* [Required action]:
Among the entries that follow, find every line with the word "wrong" and list it.

(Stored data)
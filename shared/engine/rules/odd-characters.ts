import { figure, text } from './finding-data';
import { reportProblem } from './report-problem';
import { defineRule } from './rule';

/** Characters that no block holds, outside comments. */
export const oddCharacters = defineRule({
  id: 'odd-characters',
  group: 'reading',
  title: 'Characters that do not belong in a block',
  severity: 'hold',
  hold: 'judge',
  protects: 'The run from a block that the controller reads in its own way, or refuses.',
  explanation:
    'Outside comments a block holds letters, digits, signs, points and blanks. Anything else usually comes from a wrong encoding or a damaged file. Comments may hold what they like.',
  examples: {
    bad: 'G21 G90 G54\nG0 X10 $\nM30',
    good: 'G21 G90 G54\nG0 X10 (5 $ A SHEET)\nM30',
  },
  word: (data) =>
    figure(data, 'byte') === SPACE
      ? {
          message: `A number is written with a blank inside (${text(data, 'what')}).`,
          advice:
            'Write the number without the blank if it is one, or put in the letter that is lacking.',
        }
      : {
          message: `“${text(data, 'what')}” (byte ${figure(data, 'byte')}) does not belong in a block.`,
          advice:
            'Take the characters out, and look whether the file was damaged or saved in a wrong encoding.',
        },
  observe: (_shop, report) =>
    reportProblem(report, 'odd-characters', (facts) => String(facts['byte'])),
});

const SPACE = 32;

* [Answer for the task]:
    'Outside comments a block holds letters, digits, signs, points and blanks. Anything else usually comes from a wrong encoding or a damaged file. Comments may hold what they like.',
            'Take the characters out, and look whether the file was damaged or saved in a wrong encoding.',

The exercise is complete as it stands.